Local garden clubs prepare for conference
Published 9:40 am Wednesday, July 1, 2015
While the planned event is still months away, members of Dowagiac’s Wabigon and Town and Country garden clubs are hard at work planning for the upcoming assembly of local green thumbs from across southwest Michigan this October.
The local gardening will have the responsibility of hosting the 37 other groups across the region this fall, during the Michigan Garden Clubs District III Fall meeting, which is set to take place on Oct. 22 inside Fred Mathews Conference Center at Southwestern Michigan College’s Dowagiac campus.
The annual gathering brings together approximately 250 men and women every year, with special guest speakers and events focused on gardening, nature and protecting the environment, said Town and Country Garden Club member Terrie Wade.
“Different garden clubs from the district sponsor [the meeting] every year,” Wade said. “Dowagiac has not done it for many, many years. I’ve been a member since the late ‘90s and we have not hosted it since that time, so it was our turn to do it this year.”
District III encompasses clubs from communities in Cass, Berrien, Van Buren, St. Joseph, Kalamazoo, and southern Allegan counties. With so many guests expected to attend, the Dowagiac two clubs have been working since last fall to prepare for the conference, Wade said.
“It’s a big undertaking, but it’s well worth the effort,” Wade said.
The members have lined up two guest speakers for the event. Speaking in the morning time will be Wendy Jones, with Fernwood Botanical Gardens, with a talk entitled “It’s a Busy Bird World in the Fall;” talking that afternoon will be Andy Jackson with Pokagon Band of Potawatomi, whose program is entitled “Medicine Gathering Woman.”
Food for the event will be prepared by Chef Tim Carrigan, also with Fernwood, Wade said.

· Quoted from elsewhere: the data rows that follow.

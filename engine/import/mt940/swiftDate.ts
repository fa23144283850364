/**
 * SWIFT dates: `YYMMDD` (6!n) and the `MMDD` entry date of field 61 (4!n).
 *
 * Two-digit years use a fixed pivot: `80`–`99` are 1980–1999 and `00`–`79` are 2000–2079.
 * SWIFT's own messages carry no century; the pivot keeps every statement of the last four
 * decades and the next five readable, and the writer refuses dates outside 1980–2079
 * instead of writing an ambiguous year.
 */
import { daysFromCivil, formatYmd, isValidYmd, parseIsoDate, type CalendarDate } from '../../core/dates';
import { EngineError } from '../../core/errors';

/** Two-digit years at or above the pivot belong to the 1900s, below it to the 2000s. */
export const SWIFT_YEAR_PIVOT = 80;
/** First year a two-digit SWIFT year can name (`80` → 1980). */
export const SWIFT_FIRST_YEAR = 1900 + SWIFT_YEAR_PIVOT;
/** Last year a two-digit SWIFT year can name (`79` → 2079). */
export const SWIFT_LAST_YEAR = 2000 + SWIFT_YEAR_PIVOT - 1;
/**
 * Furthest an entry date may lie from its value date (about half a year). The entry date
 * has no year of its own; the year closest to the value date is taken, which is only
 * unambiguous within half a year.
 */
export const MAX_ENTRY_DATE_DISTANCE_DAYS = 182;

/**
 * Century of a two-digit SWIFT year, by the pivot.
 * @example expandSwiftYear(99) // 1999
 * @example expandSwiftYear(25) // 2025
 */
export function expandSwiftYear(twoDigitYear: number): number {
  return twoDigitYear >= SWIFT_YEAR_PIVOT ? 1900 + twoDigitYear : 2000 + twoDigitYear;
}

/**
 * Reads a `YYMMDD` date.
 * @returns the calendar date, or a description of what is wrong (for a problem message).
 * @example parseSwiftDate('250131') // '2025-01-31'
 * @example parseSwiftDate('250431') // '"250431" is not a calendar date (YYMMDD)'
 */
export function parseSwiftDate(text: string): { date: CalendarDate } | { error: string } {
  if (!/^\d{6}$/.test(text)) return { error: `"${text}" is not 6 digits (YYMMDD)` };
  const year = expandSwiftYear(Number(text.slice(0, 2)));
  const month = Number(text.slice(2, 4));
  const day = Number(text.slice(4, 6));
  if (!isValidYmd(year, month, day)) return { error: `"${text}" is not a calendar date (YYMMDD)` };
  return { date: formatYmd(year, month, day) };
}

/**
 * Gives the `MMDD` entry (booking) date of field 61 its year: of the value date's year and
 * the years before and after, the one that puts the entry date closest to the value date.
 * So value date 2024-12-31 with entry date `0102` is 2025-01-02, and value date 2025-01-02
 * with entry date `1231` is 2024-12-31.
 *
 * @returns the calendar date, or a description of what is wrong.
 * @example resolveEntryDate('2024-12-31', '0102') // { date: '2025-01-02' }
 * @example resolveEntryDate('2025-01-03', '1231') // { date: '2024-12-31' }
 */
export function resolveEntryDate(valueDate: CalendarDate, mmdd: string): { date: CalendarDate } | { error: string } {
  if (!/^\d{4}$/.test(mmdd)) return { error: `"${mmdd}" is not 4 digits (MMDD)` };
  const value = parseIsoDate(valueDate);
  if (!value) return { error: `value date "${valueDate}" is not a calendar date` };
  const month = Number(mmdd.slice(0, 2));
  const day = Number(mmdd.slice(2, 4));
  if (month < 1 || month > 12 || day < 1 || day > 31) return { error: `"${mmdd}" is not a month and day (MMDD)` };
  const valueDay = daysFromCivil(value.year, value.month, value.day);
  let best: { date: CalendarDate; distance: number } | undefined;
  for (const year of [value.year - 1, value.year, value.year + 1]) {
    if (!isValidYmd(year, month, day)) continue;
    const distance = Math.abs(daysFromCivil(year, month, day) - valueDay);
    if (!best || distance < best.distance) best = { date: formatYmd(year, month, day), distance };
  }
  if (!best) return { error: `"${mmdd}" is not a month and day (MMDD)` };
  if (best.distance > MAX_ENTRY_DATE_DISTANCE_DAYS) {
    return { error: `"${mmdd}" is not a calendar day within half a year of the value date ${valueDate}` };
  }
  return { date: best.date };
}

function checkedParts(date: CalendarDate): { year: number; month: number; day: number } {
  const p = parseIsoDate(date);
  if (!p) throw new EngineError('INVALID_DATE', `not a calendar date (YYYY-MM-DD): "${date}"`);
  if (p.year < SWIFT_FIRST_YEAR || p.year > SWIFT_LAST_YEAR) {
    throw new EngineError(
      'INVALID_DATE',
      `${date} cannot be written as a SWIFT YYMMDD date: two-digit years cover ${SWIFT_FIRST_YEAR}–${SWIFT_LAST_YEAR}`,
    );
  }
  return p;
}

/**
 * Writes a calendar date as `YYMMDD`.
 * @throws EngineError INVALID_DATE when the date is not a calendar date or its year lies
 *   outside 1980–2079 (the pivot's range).
 * @example formatSwiftDate('2025-01-31') // '250131'
 */
export function formatSwiftDate(date: CalendarDate): string {
  const p = checkedParts(date);
  return String(p.year % 100).padStart(2, '0') + String(p.month).padStart(2, '0') + String(p.day).padStart(2, '0');
}

/**
 * Writes the `MMDD` entry date of field 61.
 * @throws EngineError INVALID_DATE as {@link formatSwiftDate}.
 * @example formatEntryDate('2025-01-02') // '0102'
 */
export function formatEntryDate(date: CalendarDate): string {
  return formatSwiftDate(date).slice(2);
}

The members of the two local clubs met at Federated Covenant Church late last week to help prepare for the event, preparing materials for the event, including special tobacco pouches that will tie into Jackson’s program, Wade said. The pouches will be given to every guest who attends the meeting.
With all of the nearly 50 people working on the program already assigned a committee for the conference, the two clubs will be spending the next several months getting everything in line for the big shindig this fall.
“Everyone is hard at work, proceeding with their jobs,” Wade said. “It should all come together nicely in October.”